Many batteries still operate on rigid heuristics – charging during off-peak hours and discharging during peak windows. Others respond only to localized price signals. There are already documented cases where solar is curtailed while batteries sit idle, simply because no integrated control layer is orchestrating their behavior at the system level.
We are building distributed hardware far faster than distributed intelligence. Without that intelligence, storage underperforms its system-level potential and behaves like a collection of isolated machines rather than a coordinated grid resource.
Software Investment in the Energy Sector Requires Better Economic Incentives
Poor government incentive structures have exacerbated the growing divide between physical and software development. For over a century, utility business models were built around physical capital because of government incentives. The more physical structures that were placed in service, the higher the allowed returns. This produced a persistent capex bias: under cost-of-service regulation, a $100 million substation was a better investment than a $10 million-per-year software solution that achieved the same outcome. The former would go into a utility company’s rate base with a guaranteed return, whereas the latter would be treated as an expense with no markup.
This bias systematically disadvantaged software investment into demand response, efficiency, and DER coordination.
This regulatory dynamic is beginning to shift. New York’s Brooklyn-Queens Demand Management program demonstrated a viable alternative. Instead of building a $1.2 billion substation, Con Edison invested roughly $200 million in distributed resources and demand-side management. Regulators allowed the utility to earn returns on these non-traditional investments and layered in performance incentives.
The results of this 2019 initiative have been quite positive. Con Edison noted 69 MW of peak load reduction, ~$95 million in net customer benefits, and the deferral of massive physical infrastructure spend. This trial clearly demonstrated how software and distributed solutions can compete with concrete if the incentive structure is realigned.
Performance-based regulation is now slowly spreading across leading states, tilting utility economics toward operational performance. Venture capital has noticed. Over the past five years, billions of dollars have flowed into grid software, DER orchestration, forecasting, and energy-market platforms.
Who Controls the Grid’s Digital Backbone?
Today, core grid-control software comes from a small set of industrial vendors and is operated by utilities and ISOs. But as the system evolves toward unified coordination across transmission, distribution, storage, and flexible demand, there exist multiple points of entry for new market participants.
Big Tech has taken notice. Microsoft is deeply embedded in utility cloud and analytics. Amazon provides the infrastructure layer for many energy platforms. Tesla’s AutoBidder now dispatches grid-scale batteries. Consumer technology platforms like Google Nest increasingly touch demand through smart-home ecosystems.
Control of the grid’s digital backbone confers extraordinary leverage. It shapes which assets are dispatched, which services earn revenue, and which market participants gain visibility.

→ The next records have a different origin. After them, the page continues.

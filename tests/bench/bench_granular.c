/* bench_granular.c: speed of the granular plugin's simulation core.
 * Prints 'name: value unit' lines:
 *   granular_default: seconds per evaluation with the default params (6x12
 *     grains, a checkerboard genome), the cost a user pays per genome;
 *   granular_default_rate: grains x steps per second of that evaluation;
 *   granular_large_rate: grains x steps per second of a 2000-grain pad, which
 *     stays close to the default's when the cell list keeps the force loop
 *     O(N) (an O(N^2) search would be ~28x slower per grain here).
 * Usage: bench_granular [repeats] (default 5). */
#include <stdio.h>
#include <stdlib.h>
#include <time.h>

#include "worker/plugins/granular/pad.h"
#include "worker/plugins/granular/params.h"

static double s_cpu_now(void)
{
    struct timespec ts;
    clock_gettime(CLOCK_PROCESS_CPUTIME_ID, &ts);
    return (double)ts.tv_sec + 1e-9 * (double)ts.tv_nsec;
}

/* Runs params repeats times; returns CPU seconds per run, and grain-steps. */
static int s_bench(const char *json, int repeats, double *per_eval, double *grain_steps,
                   double *fitness)
{
    granular_params_t p;
    char err[256];
    if (granular_params_parse(json, &p, err, sizeof err) < 0) {
        fprintf(stderr, "bench_granular: %s\n", err);
        return -1;
    }
    size_t n = (size_t)p.rows * (size_t)p.columns;
    double *genes = malloc(n * sizeof *genes);
    if (!genes)
        return -1;
    for (size_t i = 0; i < n; i++)
        genes[i] = ((i / (size_t)p.columns + i % (size_t)p.columns) & 1) ? 0.9 : 0.1;
    granular_pad_result_t res = {0};
    double t0 = s_cpu_now();
    for (int r = 0; r < repeats; r++) {
        if (granular_pad_run(&p, genes, n, (uint64_t)r + 1, NULL, &res, err, sizeof err) != 0) {
            fprintf(stderr, "bench_granular: %s\n", err);
            free(genes);
            return -1;
        }
    }
    double t = s_cpu_now() - t0;
    *per_eval = t / repeats;
    *grain_steps = (double)n * (double)res.steps / *per_eval;
    fitness[0] = res.fitness[0];
    fitness[1] = res.fitness[1];
    free(genes);
    return 0;
}

int main(int argc, char **argv)
{
    int repeats = argc > 1 ? atoi(argv[1]) : 5;
    if (repeats < 1)
        repeats = 1;
    double per, rate, fit[2];
    if (s_bench("{}", repeats, &per, &rate, fit) < 0)
        return 1;
    printf("granular_default: %.4f s/eval\n", per);
    printf("granular_default_rate: %.3g grain-steps/s\n", rate);
    printf("granular_default_fitness: %.3f dB %.4f mm\n", fit[0], fit[1]);
    if (s_bench("{\"rows\":20,\"columns\":100,\"settle_time\":0.02,\"transient_time\":0.005,"
                "\"measure_time\":0.005,\"frequencies\":[200]}",
                1, &per, &rate, fit) < 0)
        return 1;
    printf("granular_large_rate: %.3g grain-steps/s\n", rate);
    return 0;
}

It also raises sovereignty and cybersecurity questions. Electricity is national infrastructure. Regulators will not allow critical grid control to become a black box owned by a single private actor without sovereign safeguards.
The Societal Implications of Better Energy Software
The U.S. needs better grid intelligence to achieve its clean-energy ambitions. As is the case in manufacturing, the physical energy transition is outrunning the digital one.

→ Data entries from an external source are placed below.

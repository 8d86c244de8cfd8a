/* loop.c: the worker daemon's reactor and worker_main_run (worker.h).
 *
 * One thread, one zmq_poll over the broker's DEALER socket and the children's
 * sockets. Each turn: read a bounded number of broker messages, collect
 * finished jobs from the pool, hand queued jobs to idle children, then send
 * every outcome finished this turn in one DONE that also grants the credits
 * prefetch wants (credits.c), heartbeat, and re-register if the broker has
 * been silent past the liveness window. Signal handlers only count signals;
 * the loop drains on the first SIGTERM/SIGINT (no new credits, running jobs
 * finish and are reported, queued ones are handed back with BYE) and stops at
 * once on the second, or when the lifeline pipe from its starter closes. Not here: plugin loading (registry.c), children
 * (pool.c), prefetch arithmetic (credits.c), flags (main.c). */
#include <errno.h>
#include <fcntl.h>
#include <sys/stat.h>
#include <signal.h>
#include <stdio.h>
#include <stdlib.h>
#include <string.h>
#include <sys/utsname.h>
#include <time.h>
#include <unistd.h>
#include <zmq.h>

#include "common/alloc.h"
#include "common/clock.h"
#include "common/fdlimit.h"
#include "common/lifeline.h"
#include "common/replace_file.h"
#include "common/log.h"
#include "credits.h"
#include "msg.h"
#include "calibrate.h"
#include "cgroup.h"
#include "handshake.h"
#include "harvest.h"
#include "pool.h"
#include "reaper.h"
#include "registry.h"
#include "secure.h"
#include "worker.h"

#define S_MAX_MESSAGES_PER_TURN 64 /* broker messages read per turn: children are not starved */
#define S_MAX_OUTCOMES_PER_DONE 10000u
#define S_CLOSE_LINGER_MS 2000 /* time the last DONE and BYE get to leave */
/* The same when the lifeline closed. The broker that the same starter runs
 * (the embedded pool) stops on that lifeline too, and when it is gone first
 * ZeroMQ keeps the BYE for a reconnect and closing waited the whole 2 s: one
 * Pool.shutdown() in seven took 2.02 s instead of 17-34 ms. A broker still
 * there takes the BYE at once: linger only holds what cannot be sent. */
#define S_LIFELINE_LINGER_MS 20
#define S_REHELLO_DEBOUNCE_MS 250
#define S_HARVEST_EVERY_MS 1000 /* how often the idle-harvesting rules are checked */

static volatile sig_atomic_t s_stop_signals;

static void s_on_stop_signal(int sig)
{
    (void)sig;
    if (s_stop_signals < 2)
        s_stop_signals++;
}

typedef struct {
    worker_config_t config;
    char name[PROTO_MAX_NAME_BYTES];
    char host[PROTO_MAX_NAME_BYTES];
    char arch[PROTO_MAX_NAME_BYTES];
    worker_registry_t *registry;
    worker_pool_t *pool;
    void *ctx;
    worker_handshake_t handshake; /* refusals by the broker, for our own log */
    void *sock;
    worker_credits_t credits;
    /* Jobs in hand, not started: FIFO [head, count) of jobs we own. */
    proto_job_t *queue;
    size_t head, count, cap;
    /* Finished, not yet sent. */
    worker_pool_result_t *done;
    size_t n_done, cap_done;
    int64_t next_heartbeat_ms; /* 1.5 heartbeats after our last message */
    int64_t last_sent_ms;
    int64_t last_heard_ms;
    int64_t last_hello_ms;
    int draining;
    uint64_t evaluated;
    /* Idle harvesting (harvest.h): paused while a rule says the owner has
     * the machine; job ids to hand back that could not be sent yet. */
    worker_harvest_t harvest;
    int paused;
    int back_due; /* a HAND_BACK must go out, even with no job ids */
    char pause_reason[PROTO_MAX_NAME_BYTES];
    int64_t next_harvest_ms;
    uint64_t *back;
    size_t n_back, cap_back;
    uint64_t handed_back;
    double speed;
    int lifeline_gone; /* stopped because the lifeline closed */
} s_worker_t;

static size_t s_queued(const s_worker_t *self)
{
    return self->count - self->head;
}

static size_t s_held(const s_worker_t *self)
{
    return s_queued(self) + worker_pool_busy(self->pool);
}

static void s_free_job(proto_job_t *j)
{
    free(j->plugin);
    free(j->params);
    free(j->genome);
    memset(j, 0, sizeof *j);
}

static int s_send(s_worker_t *self, const proto_msg_t *msg)
{
    uint8_t *buf = NULL;
    size_t len = 0;
    int rc = proto_msg_encode(msg, &buf, &len);
    if (rc != PROTO_OK) {
        LOG_ERROR("cannot encode %s (error %d); not sent", proto_type_name((int)msg->type), rc);
        return -1;
    }
    rc = zmq_send(self->sock, buf, len, ZMQ_DONTWAIT) < 0 ? -1 : 0;
    if (rc == 0) { /* any message tells the broker we live */
        self->last_sent_ms = common_clock_ms();
        self->next_heartbeat_ms = self->last_sent_ms + self->config.heartbeat_ms * 3 / 2;
    }
    if (rc != 0)
        LOG_DEBUG("%s not sent: %s", proto_type_name((int)msg->type), zmq_strerror(zmq_errno()));
    free(buf);
    return rc;
}

static void s_send_simple(s_worker_t *self, int type)
{
    proto_msg_t msg = {.type = (uint32_t)type};
    s_send(self, &msg);
}

/* Whether the worker asks for and starts jobs. */
static int s_taking(const s_worker_t *self)
{
    return !self->draining && !self->paused;
}

static void s_grant(s_worker_t *self)
{
    if (!s_taking(self))
        return;
    uint32_t want = worker_credits_want(&self->credits, s_held(self));
    if (want == 0)
        return;
    proto_msg_t msg = {.type = PROTO_CREDIT};
    msg.u.credit.credits = want;
    if (s_send(self, &msg) == 0)
        worker_credits_granted(&self->credits, want, common_clock_us());
}

/* HELLO, then credits for all the capacity not currently held. Jobs held from
 * before are still reported; a broker that does not know them ignores them. */
static void s_register(s_worker_t *self)
{
    size_t n = worker_registry_count(self->registry);
    proto_plugin_info_t *infos = common_xcalloc(n ? n : 1, sizeof *infos);
    for (size_t i = 0; i < n; i++) {
        const worker_plugin_t *p = worker_registry_at(self->registry, i);
        /* The encoder only reads these strings. */
        infos[i].name = (char *)p->plugin->name;
        infos[i].version = (char *)p->plugin->version;
        infos[i].objectives = p->plugin->objectives;
        infos[i].flags =
            (p->plugin->flags & FITFARM_PLUGIN_DETERMINISTIC) ? PROTO_PLUGIN_DETERMINISTIC : 0;
        memcpy(infos[i].digest, p->digest, PROTO_DIGEST_BYTES);
        infos[i].n_seed_params = p->n_seed_params;
        infos[i].seed_params = (char **)p->seed_params;
        infos[i].param_defaults = p->param_defaults ? p->param_defaults : (char *)"";
    }
    proto_msg_t msg = {.type = PROTO_HELLO};
    msg.u.hello.name = self->name;
    msg.u.hello.host = self->host;
    msg.u.hello.arch = self->arch;
    msg.u.hello.slots = worker_pool_slots(self->pool);
    msg.u.hello.n_plugins = (uint32_t)n;
    msg.u.hello.plugins = infos;
    msg.u.hello.speed = self->speed;
    s_send(self, &msg);
    free(infos);
    self->last_hello_ms = common_clock_ms();
    worker_credits_reset(&self->credits);
    if (self->paused)
        self->back_due = 1; /* a HAND_BACK tells the new registration why no credits come */
    s_grant(self);
}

Better forecasting unlocks better planning. Better orchestration unlocks better utilization. Better market design unlocks better economics.
These are, in large part, software problems with massive economic implications. As energy becomes more readily available, it gets substantially cheaper - cheaper energy would unleash a Jevons Paradox: consumers and businesses alike will use more energy to solve a whole host of problems that push society forward.